### WHAT TO WORK ON
Report every line of the records below that contains the word "linesAvailable".

──────── SUPPLIED DATA

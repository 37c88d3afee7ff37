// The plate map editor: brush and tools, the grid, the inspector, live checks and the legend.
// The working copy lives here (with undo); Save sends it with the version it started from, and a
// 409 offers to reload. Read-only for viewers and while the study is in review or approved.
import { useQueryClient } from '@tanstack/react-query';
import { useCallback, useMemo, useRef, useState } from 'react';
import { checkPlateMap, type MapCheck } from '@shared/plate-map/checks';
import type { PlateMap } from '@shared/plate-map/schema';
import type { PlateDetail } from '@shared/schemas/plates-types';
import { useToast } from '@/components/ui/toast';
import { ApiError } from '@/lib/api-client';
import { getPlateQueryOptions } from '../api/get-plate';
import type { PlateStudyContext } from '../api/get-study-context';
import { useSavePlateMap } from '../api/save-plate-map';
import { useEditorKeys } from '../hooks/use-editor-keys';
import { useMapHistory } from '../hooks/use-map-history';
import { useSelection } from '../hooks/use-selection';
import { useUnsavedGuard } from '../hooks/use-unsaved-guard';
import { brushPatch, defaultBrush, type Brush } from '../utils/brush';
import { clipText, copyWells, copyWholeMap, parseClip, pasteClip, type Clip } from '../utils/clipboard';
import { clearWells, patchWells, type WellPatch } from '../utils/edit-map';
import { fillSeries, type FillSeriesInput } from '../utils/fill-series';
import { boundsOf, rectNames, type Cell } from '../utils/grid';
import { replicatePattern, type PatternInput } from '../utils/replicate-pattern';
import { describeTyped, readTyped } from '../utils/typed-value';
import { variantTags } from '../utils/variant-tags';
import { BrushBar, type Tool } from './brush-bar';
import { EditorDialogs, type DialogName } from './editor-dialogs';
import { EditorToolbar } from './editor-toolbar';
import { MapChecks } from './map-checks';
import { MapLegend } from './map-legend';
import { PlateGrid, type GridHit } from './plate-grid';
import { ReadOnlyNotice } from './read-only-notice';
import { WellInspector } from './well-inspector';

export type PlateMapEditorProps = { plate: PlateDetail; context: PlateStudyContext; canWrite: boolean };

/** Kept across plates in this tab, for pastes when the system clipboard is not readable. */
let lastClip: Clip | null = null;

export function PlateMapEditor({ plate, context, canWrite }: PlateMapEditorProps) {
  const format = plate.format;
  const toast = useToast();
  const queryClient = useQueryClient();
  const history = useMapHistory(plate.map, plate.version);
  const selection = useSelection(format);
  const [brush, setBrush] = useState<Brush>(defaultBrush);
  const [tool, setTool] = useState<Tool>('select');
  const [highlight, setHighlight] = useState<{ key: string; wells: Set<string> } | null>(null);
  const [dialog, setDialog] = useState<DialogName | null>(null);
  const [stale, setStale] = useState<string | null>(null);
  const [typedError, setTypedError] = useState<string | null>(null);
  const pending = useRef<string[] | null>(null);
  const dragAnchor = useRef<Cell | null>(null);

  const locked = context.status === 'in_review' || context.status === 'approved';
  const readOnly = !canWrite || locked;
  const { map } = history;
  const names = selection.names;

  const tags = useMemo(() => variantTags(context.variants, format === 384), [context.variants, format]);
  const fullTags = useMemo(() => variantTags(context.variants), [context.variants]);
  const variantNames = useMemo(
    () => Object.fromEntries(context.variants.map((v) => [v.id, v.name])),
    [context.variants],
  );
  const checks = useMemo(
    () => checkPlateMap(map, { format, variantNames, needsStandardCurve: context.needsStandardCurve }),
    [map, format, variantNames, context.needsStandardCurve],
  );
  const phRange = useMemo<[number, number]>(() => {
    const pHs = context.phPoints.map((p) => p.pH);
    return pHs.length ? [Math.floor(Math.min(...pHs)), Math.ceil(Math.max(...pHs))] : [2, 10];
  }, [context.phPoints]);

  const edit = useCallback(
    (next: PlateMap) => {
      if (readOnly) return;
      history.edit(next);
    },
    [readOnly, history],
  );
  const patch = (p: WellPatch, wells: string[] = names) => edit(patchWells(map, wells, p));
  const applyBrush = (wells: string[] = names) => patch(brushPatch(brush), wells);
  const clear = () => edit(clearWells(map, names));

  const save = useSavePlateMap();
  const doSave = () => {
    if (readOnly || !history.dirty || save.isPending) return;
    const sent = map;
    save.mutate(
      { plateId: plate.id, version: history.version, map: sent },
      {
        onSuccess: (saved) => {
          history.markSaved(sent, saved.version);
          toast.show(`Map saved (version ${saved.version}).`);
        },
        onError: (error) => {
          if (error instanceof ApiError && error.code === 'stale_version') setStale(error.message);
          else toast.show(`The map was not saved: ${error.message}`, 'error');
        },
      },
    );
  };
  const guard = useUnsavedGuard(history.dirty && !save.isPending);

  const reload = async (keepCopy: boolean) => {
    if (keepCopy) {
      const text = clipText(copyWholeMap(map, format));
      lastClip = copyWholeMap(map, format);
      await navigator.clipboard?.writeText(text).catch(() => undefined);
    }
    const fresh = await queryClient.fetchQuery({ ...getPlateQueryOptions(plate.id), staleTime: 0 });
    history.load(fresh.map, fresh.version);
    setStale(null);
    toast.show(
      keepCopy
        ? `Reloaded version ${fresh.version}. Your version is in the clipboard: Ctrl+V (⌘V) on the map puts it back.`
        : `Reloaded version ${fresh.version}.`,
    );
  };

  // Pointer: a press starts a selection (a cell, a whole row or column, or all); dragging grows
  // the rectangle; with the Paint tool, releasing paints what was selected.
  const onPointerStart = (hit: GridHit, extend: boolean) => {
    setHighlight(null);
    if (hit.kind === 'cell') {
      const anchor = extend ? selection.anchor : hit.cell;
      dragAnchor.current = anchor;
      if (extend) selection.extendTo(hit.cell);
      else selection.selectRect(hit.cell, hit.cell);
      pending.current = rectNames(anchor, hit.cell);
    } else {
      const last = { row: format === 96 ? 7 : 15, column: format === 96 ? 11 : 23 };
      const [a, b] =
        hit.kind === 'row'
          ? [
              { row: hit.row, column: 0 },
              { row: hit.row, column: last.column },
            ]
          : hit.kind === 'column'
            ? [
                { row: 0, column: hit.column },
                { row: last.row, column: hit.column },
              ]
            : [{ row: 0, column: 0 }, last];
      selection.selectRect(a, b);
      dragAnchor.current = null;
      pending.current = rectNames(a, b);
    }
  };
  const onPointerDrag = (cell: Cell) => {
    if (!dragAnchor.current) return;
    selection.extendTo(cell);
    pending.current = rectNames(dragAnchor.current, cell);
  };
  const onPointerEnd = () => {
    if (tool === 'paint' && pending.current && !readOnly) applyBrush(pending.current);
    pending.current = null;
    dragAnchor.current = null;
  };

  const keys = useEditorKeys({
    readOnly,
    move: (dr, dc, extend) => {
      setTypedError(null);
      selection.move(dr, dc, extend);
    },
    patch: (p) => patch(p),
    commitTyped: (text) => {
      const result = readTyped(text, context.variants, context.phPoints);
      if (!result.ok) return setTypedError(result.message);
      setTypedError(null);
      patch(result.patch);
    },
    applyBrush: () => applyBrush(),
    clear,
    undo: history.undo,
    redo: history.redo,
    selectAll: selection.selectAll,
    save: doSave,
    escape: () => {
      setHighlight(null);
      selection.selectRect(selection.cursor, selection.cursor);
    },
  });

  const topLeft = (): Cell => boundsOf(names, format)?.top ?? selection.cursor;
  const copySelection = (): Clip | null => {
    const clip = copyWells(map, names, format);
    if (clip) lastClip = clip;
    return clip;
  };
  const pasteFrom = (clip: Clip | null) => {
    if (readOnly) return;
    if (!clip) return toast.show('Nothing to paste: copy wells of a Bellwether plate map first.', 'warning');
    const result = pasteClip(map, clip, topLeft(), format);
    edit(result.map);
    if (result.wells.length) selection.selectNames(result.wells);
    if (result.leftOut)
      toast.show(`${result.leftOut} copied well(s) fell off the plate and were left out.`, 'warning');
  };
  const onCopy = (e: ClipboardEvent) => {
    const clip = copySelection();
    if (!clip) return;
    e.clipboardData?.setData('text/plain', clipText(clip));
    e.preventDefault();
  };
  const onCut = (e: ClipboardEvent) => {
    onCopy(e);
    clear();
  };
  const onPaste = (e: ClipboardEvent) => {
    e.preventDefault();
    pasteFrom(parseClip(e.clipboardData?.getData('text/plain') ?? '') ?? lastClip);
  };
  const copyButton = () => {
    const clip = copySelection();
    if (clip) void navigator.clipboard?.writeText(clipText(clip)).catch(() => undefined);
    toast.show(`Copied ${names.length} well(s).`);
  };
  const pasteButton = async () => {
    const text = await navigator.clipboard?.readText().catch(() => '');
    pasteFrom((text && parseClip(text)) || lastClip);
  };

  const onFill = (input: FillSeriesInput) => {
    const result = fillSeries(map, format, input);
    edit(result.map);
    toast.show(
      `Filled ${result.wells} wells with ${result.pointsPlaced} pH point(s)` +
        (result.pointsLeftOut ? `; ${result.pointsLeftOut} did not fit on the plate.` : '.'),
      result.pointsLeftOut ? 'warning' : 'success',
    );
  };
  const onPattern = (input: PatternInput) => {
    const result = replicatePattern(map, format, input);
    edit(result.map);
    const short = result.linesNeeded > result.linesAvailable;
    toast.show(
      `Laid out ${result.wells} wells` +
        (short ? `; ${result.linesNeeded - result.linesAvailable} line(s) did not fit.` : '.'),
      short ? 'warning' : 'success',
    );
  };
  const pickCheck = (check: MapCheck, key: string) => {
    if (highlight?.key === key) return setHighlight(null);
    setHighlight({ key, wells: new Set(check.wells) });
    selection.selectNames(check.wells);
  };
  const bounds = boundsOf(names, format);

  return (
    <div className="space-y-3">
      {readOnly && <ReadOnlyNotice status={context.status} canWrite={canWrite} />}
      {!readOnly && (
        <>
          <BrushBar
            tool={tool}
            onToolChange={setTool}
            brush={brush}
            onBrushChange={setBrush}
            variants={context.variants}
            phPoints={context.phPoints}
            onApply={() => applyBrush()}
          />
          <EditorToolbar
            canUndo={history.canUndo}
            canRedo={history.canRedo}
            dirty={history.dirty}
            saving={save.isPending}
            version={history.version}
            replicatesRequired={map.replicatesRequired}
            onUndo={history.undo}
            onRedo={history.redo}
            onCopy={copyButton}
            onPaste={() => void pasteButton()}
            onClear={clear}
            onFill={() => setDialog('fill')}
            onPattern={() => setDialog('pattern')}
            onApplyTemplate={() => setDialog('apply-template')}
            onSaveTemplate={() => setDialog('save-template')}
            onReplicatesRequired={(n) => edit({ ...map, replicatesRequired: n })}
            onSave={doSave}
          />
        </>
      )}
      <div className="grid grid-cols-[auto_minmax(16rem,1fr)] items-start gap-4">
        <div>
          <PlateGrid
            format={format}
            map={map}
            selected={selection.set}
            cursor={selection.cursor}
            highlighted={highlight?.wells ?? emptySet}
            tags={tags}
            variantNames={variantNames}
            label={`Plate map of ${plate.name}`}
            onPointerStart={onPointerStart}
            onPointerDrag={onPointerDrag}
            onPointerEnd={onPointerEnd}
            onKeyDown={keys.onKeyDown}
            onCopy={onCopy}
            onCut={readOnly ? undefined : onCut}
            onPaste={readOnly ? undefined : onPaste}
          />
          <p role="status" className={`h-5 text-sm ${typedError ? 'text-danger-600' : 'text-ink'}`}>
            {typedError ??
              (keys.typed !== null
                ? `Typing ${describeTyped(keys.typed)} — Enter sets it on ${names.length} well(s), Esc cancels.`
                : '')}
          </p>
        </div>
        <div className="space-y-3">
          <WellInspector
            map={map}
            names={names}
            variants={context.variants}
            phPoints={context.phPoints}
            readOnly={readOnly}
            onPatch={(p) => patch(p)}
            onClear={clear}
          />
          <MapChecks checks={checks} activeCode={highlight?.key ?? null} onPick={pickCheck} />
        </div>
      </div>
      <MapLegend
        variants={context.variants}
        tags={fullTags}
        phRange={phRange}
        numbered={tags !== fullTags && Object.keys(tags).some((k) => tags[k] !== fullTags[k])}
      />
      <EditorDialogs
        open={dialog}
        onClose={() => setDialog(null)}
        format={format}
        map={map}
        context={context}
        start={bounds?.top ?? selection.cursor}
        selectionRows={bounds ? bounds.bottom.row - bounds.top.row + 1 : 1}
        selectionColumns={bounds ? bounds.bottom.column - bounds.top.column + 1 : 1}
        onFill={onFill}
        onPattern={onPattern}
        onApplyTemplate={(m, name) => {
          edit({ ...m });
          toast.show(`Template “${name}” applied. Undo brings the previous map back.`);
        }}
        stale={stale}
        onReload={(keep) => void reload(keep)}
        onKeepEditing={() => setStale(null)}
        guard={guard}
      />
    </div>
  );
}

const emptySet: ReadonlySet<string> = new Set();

────────────────

### ANSWER TO THIS EXERCISE
    const short = result.linesNeeded > result.linesAvailable;
        (short ? `; ${result.linesNeeded - result.linesAvailable} line(s) did not fit.` : '.'),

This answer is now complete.